As heavy dew lays on early morning meadows, the flowering plants – such as dandelion and burdock – will start to whither and fade, and as they do so their energy is taken back to the roots and here is what we are after...

What you're looking for
The root of the burdock is much prized by Chinese and Japanese cultures and sometimes simply served fried. When burdock is combined with dandelion, it makes both a refreshing and cleansing drink, a powerful diuretic that can help cleanse the liver. It also benefits the skin and the complexion, and is even reputed to check against hair loss!

What you can do with it
The energy of these plants is not only beneficial medicinally, but can be used in many forms, from making a coffee substitute using dandelion roots, to the more commonly known dandelion and burdock drink.

Where you'll find it
Dandelion and burdock can be found growing along hedge banks and around waste ground and gardens – both are unfortunately regarded as weeds.

How to forage it
It's best to harvest the roots when the plant has finished flowering and starts to die back, transferring most of its remaining energy into the roots.
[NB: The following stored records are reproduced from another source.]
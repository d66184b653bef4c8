"""The rest of the designer's checklist in ``[shaft]``: a bearing's basic dynamic load rating on a
support, and the key, press fit or spline at a station. Checked and converted to SI; every refusal
an :class:`~fem.errors.InputError` naming the field and the value as written.

Case-file keys (docs/layout.md, 'Keys, fits, splines, bearing life and torsion along the shaft')::

    supports = [{ at = 70, bearing = "deep_groove_ball", dynamic_rating = "14 kN",
                  x_factor = 0.56, y_factor = 1.6,        # optional, both or neither: P = X·Fr + Y·Fa
                  required_life = 20000 }]                # optional, hours
    [[shaft.sections]]
    key = { height = 7, length = 36, yield = 390, hub_yield = 250, design_factor = 2 }
    fit = { interference = 0.035, hub_diameter = 70, length = 50, friction = 0.12,
            hub_elastic_modulus = "205 GPa", hub_poisson = 0.29, hub_yield = 300,
            shaft_expansion = 11.5e-6, hub_expansion = 11.5e-6,          # [1/K], plain numbers
            shaft_temperature_rise = 20, hub_temperature_rise = 40,      # [K], plain numbers
            kt_bending = 1.9, kt_bending_source = "..." }
    spline = { length = 24, depth = 1.0 }

Dataclasses (fields added, never renamed): :class:`BearingRating`, :class:`KeyData`,
:class:`KeywayKey`, :class:`FitData`, :class:`SplineData`.
"""
from __future__ import annotations

import math
from dataclasses import dataclass, field

from classic.bearings import ELEMENT_OF
from classic.key_design import engagement_depths
from classic._validity import OutOfRangeError
from fem.errors import InputError

from .fields import chart_factor, known as _known
from .shapes import resolve_keyway
from .units import to_si

SUPPORT_KEYS = {"dynamic_rating", "x_factor", "y_factor", "required_life"}
STATION_KEYS = {"key", "fit", "spline"}
_KEY = {"height", "length", "yield", "hub_yield", "design_factor"}
_FIT = {"interference", "hub_diameter", "length", "friction", "hub_elastic_modulus", "hub_poisson", "hub_yield",
        "shaft_expansion", "hub_expansion", "shaft_temperature_rise", "hub_temperature_rise", "kt_bending",
        "kt_bending_source"}
_SPLINE = {"length", "depth"}


@dataclass(frozen=True)
class BearingRating:
    C: float  # basic dynamic load rating [N]
    element: str  # "ball" | "roller"
    X: float | None = None
    Y: float | None = None
    required_life: float | None = None  # [h]


@dataclass(frozen=True)
class KeywayKey:
    """One keyway with its key: width, depth (centre line) [m], key height [m] and where it came from,
    the engagement depths on the shaft and hub sides [m]."""

    width: float
    depth: float
    height: float
    height_from: str
    shaft_engagement: float
    hub_engagement: float


@dataclass(frozen=True)
class KeyData:
    length: float  # [m]
    length_from: str
    key_yield: float  # [Pa]
    hub_yield: float  # [Pa]
    design_factor: float | None
    diameter: float  # shaft diameter at the keyways [m]
    keyways: tuple = ()  # KeywayKey per keyway


@dataclass(frozen=True)
class FitData:
    interference: float  # diametral, as given (at assembly temperature) [m]
    hub_diameter: float  # [m]
    length: float  # [m]
    friction: float
    hub_elastic_modulus: float | None  # None: the shaft's
    hub_poisson: float | None
    hub_yield: float | None
    shaft_expansion: float = 0.0  # [1/K]
    hub_expansion: float = 0.0
    shaft_temperature_rise: float = 0.0  # [K]
    hub_temperature_rise: float = 0.0
    kt_bending: float | None = None
    kt_bending_source: str | None = None


@dataclass(frozen=True)
class SplineData:
    length: float  # engagement length [m]
    depth: float  # radial depth of flank engagement [m]


@dataclass
class StationChecklist:
    key: KeyData | None = None
    fit: FitData | None = None
    spline: SplineData | None = None
    notes: list = field(default_factory=list)


def _unit(raw, units, dim):
    return units.label(dim) if units is not None and isinstance(raw, (int, float)) and not isinstance(raw, bool) else None


def _pos(d, key, dim, where, units, required=True):
    if key not in d:
        if required:
            raise InputError(f"{where}.{key}", None, "is required")
        return None
    v = to_si(d[key], dim, f"{where}.{key}", units)
    if not v > 0:
        raise InputError(f"{where}.{key}", d[key], "must be positive", _unit(d[key], units, dim))
    return v


def _plain(d, key, where, what, low=None, positive=False):
    """A plain number (no unit system applies: 1/K, K, hours, factors)."""
    if key not in d:
        return None
    v = d[key]
    if isinstance(v, bool) or not isinstance(v, (int, float)) or not math.isfinite(v):
        raise InputError(f"{where}.{key}", v, f"must be a plain number ({what})")
    if positive and not v > 0:
        raise InputError(f"{where}.{key}", v, f"must be positive ({what})")
    if low is not None and v < low:
        raise InputError(f"{where}.{key}", v, f"must be at least {low:g} ({what})")
    return float(v)


def parse_rating(s: dict, where: str, units, bearing: str | None) -> BearingRating | None:
    """A support's ``dynamic_rating`` and its factors; None when it has none."""
    if "dynamic_rating" not in s:
        for k in ("x_factor", "y_factor", "required_life"):
            if k in s:
                raise InputError(f"{where}.{k}", s[k], "needs dynamic_rating (the bearing's basic dynamic load rating C)")
        return None
    C = _pos(s, "dynamic_rating", "force", where, units)
    if bearing is None:
        raise InputError(f"{where}.bearing", None, "is required with dynamic_rating: the life exponent is 3 for ball "
                         "and 10/3 for roller bearings (ISO 281)")
    X = _plain(s, "x_factor", where, "the radial load factor X", low=0.0)
    Y = _plain(s, "y_factor", where, "the axial load factor Y", low=0.0)
    if (X is None) != (Y is None):
        missing = "y_factor" if Y is None else "x_factor"
        raise InputError(f"{where}.{missing}", None, "is required with the other factor: P = X·Fr + Y·Fa needs both")
    life = _plain(s, "required_life", where, "hours", positive=True)
    return BearingRating(C, ELEMENT_OF[bearing], X, Y, life)


def parse_station_checklist(s: dict, where: str, units, section, diameter: float | None,
                            design_factor: float | None) -> StationChecklist:
    """``key``, ``fit``, ``spline`` of one ``[[shaft.sections]]`` table. ``section`` is the station's
    parsed section (or None: the plain round), ``diameter`` the shaft's diameter there (None without
    segments), ``design_factor`` the case's ``analysis.design_factor``."""
    out = StationChecklist()
    raw_sec = s.get("section") if isinstance(s.get("section"), dict) else {}
    if "key" in s:
        out.key = _key(s["key"], f"{where}.key", units, raw_sec, section, design_factor)
    if "fit" in s:
        d = diameter if diameter is not None else getattr(section, "diameter", None)
        out.fit = _fit(s["fit"], f"{where}.fit", units, d)
    if "spline" in s:
        w = f"{where}.spline"
        sp = s["spline"]
        _known(sp, _SPLINE, w)
        if section is None or section.kind != "spline":
            raise InputError(w, None, "needs the station's section to be a spline (section = { shape = \"spline\", ... })")
        out.spline = SplineData(_pos(sp, "length", "length", w, units), _pos(sp, "depth", "length", w, units))
    return out


def _key(k, w, units, raw_sec, section, design_factor) -> KeyData:
    _known(k, _KEY, w)
    if section is None or section.kind != "keyed" or raw_sec.get("shape") != "keyed":
        raise InputError(w, None, "needs the station's section to be keyed (section = { shape = \"keyed\", keyways = "
                         "[...] }): the key sits in its keyways")
    d = to_si(raw_sec["diameter"], "length", "section.diameter", units)
    h_given = _pos(k, "height", "length", w, units, required=False)
    L_given = _pos(k, "length", "length", w, units, required=False)
    key_yield = _pos(k, "yield", "stress", w, units)
    hub_yield = _pos(k, "hub_yield", "stress", w, units)
    nd = _plain(k, "design_factor", w, "the design factor", positive=True)
    if nd is None:
        nd = design_factor
    keyways, lengths = [], []
    for i, kw in enumerate(raw_sec["keyways"]):
        _, rec = resolve_keyway(kw, d, f"{w.rsplit('.', 1)[0]}.section.keyways[{i}]", units)
        if h_given is not None:
            h, h_from = h_given, "given"
        elif "key_height" in rec:
            h, h_from = rec["key_height"]["value"], rec["key_height"]["from"]
        else:
            raise InputError(f"{w}.height", None, f"is required: keyways[{i}] is not from a key table (give the key's "
                             "height, or standard = \"metric\" or \"inch\" in the keyway)")
        width, depth = rec["width"]["value"], rec["depth"]["value"]
        try:
            ts, th = engagement_depths(d, width, depth, h)
        except OutOfRangeError:
            raise InputError(f"{w}.height" if h_from == "given" else w, k.get("height"),
                             f"the key does not stand out of keyways[{i}] into the hub (its height must exceed the "
                             "keyway's wall)", _unit(k.get("height"), units, "length")) from None
        keyways.append(KeywayKey(width, depth, h, h_from, ts, th))
        if isinstance(kw, dict) and "length" in kw:
            lengths.append(to_si(kw["length"], "length", f"keyways[{i}].length", units))
    if L_given is not None:
        L, L_from = L_given, "given"
    elif len(lengths) == len(keyways):
        L, L_from = min(lengths), "the keyway's length"
    else:
        raise InputError(f"{w}.length", None, "is required (the key's effective length), or give each keyway its length")
    return KeyData(L, L_from, key_yield, hub_yield, nd, d, tuple(keyways))


def _fit(f, w, units, d) -> FitData:
    _known(f, _FIT, w)
    delta = _pos(f, "interference", "length", w, units)
    D = _pos(f, "hub_diameter", "length", w, units)
    if d is not None and not D > d:
        raise InputError(f"{w}.hub_diameter", f["hub_diameter"], "must be larger than the shaft's diameter at the fit",
                         _unit(f["hub_diameter"], units, "length"))
    L = _pos(f, "length", "length", w, units)
    mu = _plain(f, "friction", w, "the coefficient of friction", positive=True)
    if mu is None:
        raise InputError(f"{w}.friction", None, "is required (the coefficient of friction of the fit; about 0.1 to 0.2 "
                         "for dry steel on steel is common practice)")
    if mu > 1:
        raise InputError(f"{w}.friction", f["friction"], "must be at most 1")
    E = _pos(f, "hub_elastic_modulus", "stress", w, units, required=False)
    nu = _plain(f, "hub_poisson", w, "Poisson's ratio")
    if nu is not None and not -1 < nu <= 0.5:
        raise InputError(f"{w}.hub_poisson", f["hub_poisson"], "must lie between -1 and 0.5")
    sy = _pos(f, "hub_yield", "stress", w, units, required=False)
    a_s = _plain(f, "shaft_expansion", w, "coefficient of thermal expansion, 1/K", low=0.0) or 0.0
    a_h = _plain(f, "hub_expansion", w, "coefficient of thermal expansion, 1/K", low=0.0) or 0.0
    dT_s = _plain(f, "shaft_temperature_rise", w, "kelvin") or 0.0
    dT_h = _plain(f, "hub_temperature_rise", w, "kelvin") or 0.0
    for key, dT, a, ak in (("shaft_temperature_rise", dT_s, a_s, "shaft_expansion"),
                           ("hub_temperature_rise", dT_h, a_h, "hub_expansion")):
        if dT and ak not in f:
            raise InputError(f"{w}.{ak}", None, f"is required with {key} (the coefficient of thermal expansion, 1/K)")
    kt = chart_factor(f, "kt_bending", w)
    if kt is None and "kt_bending_source" in f:
        raise InputError(f"{w}.kt_bending_source", f["kt_bending_source"], "is given without kt_bending")
    return FitData(delta, D, L, mu, E, nu, sy, a_s, a_h, dT_s, dT_h, *(kt or (None, None)))


def check_fits_with_section(shaft, section, units=None) -> None:
    """A shaft without segments takes its diameter from [section]: a press fit's hub must be larger
    than that diameter too (checked here, where the section is known)."""
    if shaft is None or shaft.segments:
        return
    for i, st in enumerate(shaft.stations):
        fit = st.checklist.fit if st.checklist is not None else None
        sec = st.section if st.section is not None else section
        d = getattr(sec, "diameter", None)
        if fit is not None and d is not None and not fit.hub_diameter > d:
            raw = st.raw["fit"]["hub_diameter"]
            raise InputError(f"shaft.sections[{i}].fit.hub_diameter", raw, "must be larger than the shaft's diameter at "
                             "the fit", _unit(raw, units, "length"))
Use a good spade or fork, preferably after rainfall when the ground is soft. Always try to pick a spot as far away as possible from busy roads and heavily farmed land, to avoid residual traces of man-made contamination from carbon monoxide or pesticides.

How to identify it
Dandelion has a large yellow flower and feather-shaped leaves. When the flower dies back, the fluffy seed head can be blown to release the seeds on the wind. Burdock grows very large broad leaves that are slightly hairy underneath.

Wild Forage

Wild Forage organises wild food and foraging courses along the seashore and in the countryside. Courses are run for small groups anywhere in the UK, plus individual courses in most southern counties. You can learn how to correctly identify and cook wild foods, as well as discover their medicinal and cosmetic qualities. For more info, visit www.wildforage.co.uk.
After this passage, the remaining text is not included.